All bombcell outputs are saved in the ONE format, in .npy
or .parquet
files. .npy
files can be read in matlab using the npy-matlab toolbox, and .parquet
files can be read in matlab using the built-in readparquet function.
The following files are outputed by bombcell:
- _bc_parameters._bc_qMetrics.parquet
- templates._bc_fractionRefractoryPeriodViolationsPerTauR.parquet
- templates._bc_qMetrics.parquet
- templates._bc_rawWaveforms.npy
- templates._bc_rawWaveformPeakChannels.npy
- templates._bc_baselineNoiseAmplitude.npy
- templates._bc_baselineNoiseAmplitudeIndex.npy
- (optional, if
is set to true) 'Unit$CLUSTER_ID$_RawSpikes.npy'
These saved files can be retrieved with the function [param, qMetric] = bc_loadSavedMetrics(savePath)

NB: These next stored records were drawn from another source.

// psFit is a cohort's propensity score model.
type psFit struct {
	p     []float64     // fitted propensity per sample member (treated then controls)
	hinv  *mat.SymDense // (Σ w p(1−p) x x')⁻¹
	units []int         // treated units of the cohort
	tw    []float64     // treated weights
}

// csCell is one group-time estimate with unit influence contributions φ
// (estimate − truth ≈ Σ φ): phiT on the cohort's treated, phiC on controls.
type csCell struct {
	att        float64
	phiT, phiC []float64
}

func newCSRun(p *panel.Panel, y []float64) *csRun {
	r := &csRun{p: p, y: y, T: p.Months, ps: map[int]*psFit{}}
	for u, un := range p.Units {
		if un.FirstTreated == -1 && un.Weight > 0 {
			r.controls = append(r.controls, u)
			r.cw = append(r.cw, un.Weight)
		}
	}
	return r
}

// covariates returns [1, covariates...] for unit u.
func (r *csRun) covariates(u int) []float64 {
	return append([]float64{1}, r.p.Units[u].Covariates...)
}

// prepareDR fits the controls' outcome-regression design once and one
// propensity model per cohort. It returns an error when a model cannot be fit.
func (r *csRun) prepareDR(cohorts map[int][]int) error {
	r.k = 1 + len(r.p.Units[0].Covariates)
	xpx := mat.NewSymDense(r.k, nil)
	for i, u := range r.controls {
		robust.AddOuter(xpx, r.covariates(u), r.cw[i])
	}
	r.xpxInvC = mat.NewSymDense(r.k, nil)
	if err := poisson.InvSym(r.xpxInvC, xpx); err != nil {
		return fmt.Errorf("doubly robust: controls' covariates: %w", err)
	}
	for g, units := range cohorts {
		n := len(units) + len(r.controls)
		x := make([][]float64, 0, n)
		d := make([]float64, 0, n)
		w := make([]float64, 0, n)
		tw := make([]float64, len(units))
		for i, u := range units {
			x = append(x, r.covariates(u))
			d = append(d, 1)
			w = append(w, r.p.Units[u].Weight)
			tw[i] = r.p.Units[u].Weight
		}
		for i, u := range r.controls {
			x = append(x, r.covariates(u))
			d = append(d, 0)
			w = append(w, r.cw[i])
		}
		pr, hinv, err := robust.Logit(x, d, w)
		if err != nil {
			return fmt.Errorf("doubly robust: propensity score of cohort %s: %w", r.p.MonthTime(g).Format("2006-01"), err)
		}
		r.ps[g] = &psFit{p: pr, hinv: hinv, units: units, tw: tw}
	}
	r.dr = true
	return nil
}

// cell estimates ATT(g,t) with base month b for the treated units of cohort g.
func (r *csRun) cell(g int, units []int, t, b int) csCell {
	if r.dr {
		return r.cellDR(g, t, b)
	}
	T := r.T
	c := csCell{phiT: make([]float64, len(units)), phiC: make([]float64, len(r.controls))}
	mT, wT := 0.0, 0.0
	for _, u := range units {
		w := r.p.Units[u].Weight
		mT += w * (r.y[u*T+t] - r.y[u*T+b])
		wT += w
	}
	mT /= wT
	mC, wC := 0.0, 0.0
	for i, u := range r.controls {
		mC += r.cw[i] * (r.y[u*T+t] - r.y[u*T+b])
		wC += r.cw[i]
	}
	mC /= wC
	for i, u := range units {
		c.phiT[i] = r.p.Units[u].Weight * (r.y[u*T+t] - r.y[u*T+b] - mT) / wT
	}
	for i, u := range r.controls {
		c.phiC[i] = -r.cw[i] * (r.y[u*T+t] - r.y[u*T+b] - mC) / wC
	}
	c.att = mT - mC
	return c
}

// cellDR is the doubly robust cell (Sant'Anna & Zhao 2020, drdid panel
// estimator and its influence function).
func (r *csRun) cellDR(g, t, b int) csCell {
	ps := r.ps[g]
	T, k := r.T, r.k
	nt, nc := len(ps.units), len(r.controls)
	n := float64(nt + nc)
	unit := func(i int) (u int, w, d float64) {
		if i < nt {
			return ps.units[i], ps.tw[i], 1
		}
		return r.controls[i-nt], r.cw[i-nt], 0
	}
	// outcome regression of the controls' change on [1, X]
	xty := make([]float64, k)
	for i, u := range r.controls {
		dy := r.y[u*T+t] - r.y[u*T+b]
		for a, xa := range r.covariates(u) {
			xty[a] += r.cw[i] * xa * dy
		}
	}
	beta := make([]float64, k)
	mat.NewVecDense(k, beta).MulVec(r.xpxInvC, mat.NewVecDense(k, xty))
	dy := make([]float64, nt+nc)
	out := make([]float64, nt+nc)
	wTr := make([]float64, nt+nc)
	wCo := make([]float64, nt+nc)
	xs := make([][]float64, nt+nc)
	sT, sC, swT, swC := 0.0, 0.0, 0.0, 0.0
	for i := range dy {
		u, w, d := unit(i)
		xs[i] = r.covariates(u)
		dy[i] = r.y[u*T+t] - r.y[u*T+b]
		for a := range k {
			out[i] += xs[i][a] * beta[a]
		}
		pi := min(ps.p[i], 1-1e-16)
		wTr[i] = w * d
		wCo[i] = w * pi * (1 - d) / (1 - pi)
		sT += wTr[i] * (dy[i] - out[i])
		sC += wCo[i] * (dy[i] - out[i])
		swT += wTr[i]
		swC += wCo[i]
	}
	etaT, etaC := sT/swT, sC/swC
	M1 := make([]float64, k)
	M2 := make([]float64, k)
	M3 := make([]float64, k)
	for i := range dy {
		for a := range k {
			M1[a] += wTr[i] * xs[i][a] / n
			M2[a] += wCo[i] * (dy[i] - out[i] - etaC) * xs[i][a] / n
			M3[a] += wCo[i] * xs[i][a] / n
		}
	}
	// linear representations: ols_i = w(1−D)(ΔY−out)x'·(XpX/n)⁻¹, ps_i = w(D−p)x'·(H/n)⁻¹
	a1 := make([]float64, k) // (XpX/n)⁻¹ M1
	a3 := make([]float64, k) // (XpX/n)⁻¹ M3
	a2 := make([]float64, k) // (H/n)⁻¹ M2
	mat.NewVecDense(k, a1).MulVec(r.xpxInvC, mat.NewVecDense(k, M1))
	mat.NewVecDense(k, a3).MulVec(r.xpxInvC, mat.NewVecDense(k, M3))
	mat.NewVecDense(k, a2).MulVec(ps.hinv, mat.NewVecDense(k, M2))
	mwT, mwC := swT/n, swC/n
	c := csCell{att: etaT - etaC, phiT: make([]float64, nt), phiC: make([]float64, nc)}
	for i := range dy {
		_, w, d := unit(i)
		xa1, xa2, xa3 := 0.0, 0.0, 0.0
		for a := range k {
			xa1 += xs[i][a] * a1[a]
			xa2 += xs[i][a] * a2[a]
			xa3 += xs[i][a] * a3[a]
		}
		ols := w * (1 - d) * (dy[i] - out[i]) * n // times x'(XpX)⁻¹ gives x'(XpX/n)⁻¹ scaling
		psS := w * (d - ps.p[i]) * n
		infT := (wTr[i]*(dy[i]-out[i]) - wTr[i]*etaT - ols*xa1) / mwT
		infC := (wCo[i]*(dy[i]-out[i]) - wCo[i]*etaC + psS*xa2 - ols*xa3) / mwC
		phi := (infT - infC) / n
		if i < nt {
			c.phiT[i] = phi
		} else {
			c.phiC[i-nt] = phi
		}
	}
	return c
}

// csResult is the outcome of one CS run.
type csResult struct {
	overall  *estimate
	events   []eventPoint
	preP     float64
	hasPreP  bool
	byCohort map[int]float64
}

// aggregator accumulates an aggregate estimate and its unit contributions.
type aggregator struct {
	est float64
	phi []float64 // by unit index
}

func (a *aggregator) add(wt float64, c csCell, units, controls []int) {
	a.est += wt * c.att
	for i, u := range units {
		a.phi[u] += wt * c.phiT[i]
	}
	for i, u := range controls {
		a.phi[u] += wt * c.phiC[i]
	}
}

Additionally, optionally if param.saveMatFileForGUI
is set to true, bombcell saves a templates.qualityMetricDetailsforGUI.mat file containing various data needed for bombcells GUI. This data can also be loaded using the function bc_loadMetricsForGUI
Load ephys data, eg:
[spikeTimes_samples, spikeTemplates, templateWaveforms, templateAmplitudes, pcFeatures, pcFeatureIdx, channelPositions] = bc_loadEphysData(ephysKilosortPath)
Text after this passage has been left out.